I eat a plant based diet and know we all need some cholesterol to be healthy. But I thought I’d try some vegan recipes to learn how to make a few things just in case. I make my own mayo every couple of weeks (learned in a ‘scratch’ restaurant) and love the process. Honestly, I could not understand eggless. A little attitude on my part but here we are with a whole jar of this delicious stuff just waiting for sandwich day – Field Roast Turkey, homemade Cranberries, vegan gouda from Whole Foods, and chips. I can’t wait.
Thank you from the bottom of my still beating heart!
You’re so so welcome Janet! Wow your comment made me day to read! I am SO happy this was able to help in the way it did! Thank you so much and of course – you’re incredibly welcome!!
Hello,
I was wondering about the nutrition. What is the serving amount you have stated the nutritional information for,please?
Thanks,
Ingrid
Hi Ingrid,
This is for a tablespoon!
Absolutely beautiful. I didn’t have garlic powder and put 1/2 tsp mustard in. It is amazing. I’m astounded that it made it to the sandwich the blender was finger lick cleaned 😂.
Haha! We totally understand. We’re just happy that you like it Jacque.

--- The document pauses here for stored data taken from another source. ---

/** What a rule may speak of: its SI unit (`1` where it is a plain ratio) and what it means. */
export interface QuantityMeaning {
  readonly unit: string;
  readonly meaning: string;
}

/**
 * Every named quantity of a rule deck; a new one is one line here.
 *
 * The design passes them as plain SI numbers; null says that the figure does not exist for this design,
 * and every rule that speaks of it is left out.
 */
export const quantities = {
  dampingIndexMin: { unit: '1', meaning: 'least damping index x over region and corners' },
  dampingIndexMax: { unit: '1', meaning: 'greatest damping index x over region and corners' },
  dampingIndexGoal: { unit: '1', meaning: 'damping index that the specification asks for' },
  dampingIndexCeiling: { unit: '1', meaning: 'damping index above which the loop is called sluggish' },
  cycleRatioMin: { unit: '1', meaning: 'most negative cycle ratio (ringing)' },
  cycleRatioMax: { unit: '1', meaning: 'most positive cycle ratio (sluggish)' },
  signalAtTripMin: { unit: 'V', meaning: 'least current signal at the comparator when it trips' },
  signalFloor: { unit: 'V', meaning: 'least current signal that the specification accepts at the trip' },
  rampAmplitudeMax: { unit: 'V', meaning: 'highest capacitor voltage, at highest input and maximum duty' },
  rampHeadroom: { unit: 'V', meaning: 'highest capacitor voltage that the circuit carries at lowest supply' },
  mirrorHeadroom: {
    unit: 'V',
    meaning: 'voltage left across the voltage-to-current transistor at highest input and lowest supply',
  },
  mirrorHeadroomFloor: { unit: 'V', meaning: 'least voltage that keeps that transistor out of saturation' },
  resetTime: { unit: 's', meaning: 'time available for the reset at maximum duty' },
  resetTimeNeeded: { unit: 's', meaning: 'time in which the reset reaches 1 % of the amplitude' },
  residualVoltage: { unit: 'V', meaning: 'capacitor voltage left when the next ramp starts' },
  residualRatio: { unit: '1', meaning: 'that residual as a share of the amplitude' },
  timingCapacitance: { unit: 'F', meaning: 'timing capacitor' },
  strayCapacitance: { unit: 'F', meaning: 'capacitance of switch, buffer and board at the ramp node' },
  chargingCurrentLow: { unit: 'A', meaning: 'charging current at lowest input' },
  chargingCurrentHigh: { unit: 'A', meaning: 'charging current at highest input' },
  senseAttenuation: { unit: '1', meaning: 'share of the sensed current signal that reaches the comparator' },
  senseFilterTime: { unit: 's', meaning: 'time constant at the comparator input' },
  dividerResistance: { unit: 'Ohm', meaning: 'resistance of the divider as the op-amp input sees it' },
  dividerBiasError: { unit: '1', meaning: 'error from the input bias current through the divider' },
  injectionResistance: { unit: 'Ohm', meaning: 'resistor that sums the ramp into the sense input' },
  inputVoltageMax: { unit: 'V', meaning: 'highest input voltage' },
  inputVoltageMin: { unit: 'V', meaning: 'lowest input voltage' },
  supplyVoltage: { unit: 'V', meaning: 'supply of the ramp circuit' },
  realisedGain: { unit: '1', meaning: 'gain that the chosen standard parts give nominally' },
  requiredGain: { unit: '1', meaning: 'least gain that the worst unit must deliver' },
  designGain: { unit: '1', meaning: 'nominal gain asked for, part tolerances of the ramp included' },
  gainExcess: { unit: '1', meaning: 'realised gain over design gain, less one' },
  maximumDuty: { unit: '1', meaning: 'maximum duty of the controller' },
  minimumOnTime: { unit: 's', meaning: 'shortest on-time of the controller' },
  switchingPeriod: { unit: 's', meaning: 'switching period' },
  dividerSettlingTime: { unit: 's', meaning: 'time in which the slope follows a step of the input' },
  rampToleranceRatio: { unit: '1', meaning: "slope error from the ramp circuit's own parts, worst case" },
  mirrorDegeneration: { unit: 'V', meaning: 'voltage across the mirror emitter resistors at lowest input' },
  bufferLag: { unit: 's', meaning: 'delay of the buffer behind the timing capacitor' },
  controlVoltageLow: { unit: 'V', meaning: 'control voltage of the current source at lowest input' },
} as const satisfies Readonly<Record<string, QuantityMeaning>>;

export type QuantityName = keyof typeof quantities;

/** SI values by name; null or left out: the figure does not exist for this design. */
export type DesignQuantities = Readonly<Partial<Record<QuantityName, number | null>>>;

export function isQuantityName(name: string): name is QuantityName {
  return Object.hasOwn(quantities, name);
}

Perfect dip for Vegan Pizzas and Sandwiches!!
Wow thanks so much for your review AngelaKin!
Can cashew milk be used instead of soy milk? I’m intolerant to soy
We haven’t tried it but it should be able to work. I can’t guarantee it though.
Hi, can i subtitute the soy milk with almond milk? Would it taste the same?
Hi Ayya,
It won’t work the same! You need the protein and lecithin found in soy milk for it to thicken like this.
While I’d never go against a cook on her own recipe, I have to disagree. I have tried this with unsweetened almond milk, and it worked just fine. It did separate a little more in the fridge between uses, but you just stir it back up and it’s good to go.
Jessica, this vegan mayo is AMAZING! Finding substitutes for my omnivore family is so hard, but this nailed it.
If I can make a suggestion without it being rude, I really hope you might play with this recipe a bit more by replacing the salt with the egg-flavored black salt. I’ve made it as you wrote, and also with the black salt instead. It’s an absolute next-level recipe with the black salt, and I think your readers are missing out. Great recipe!!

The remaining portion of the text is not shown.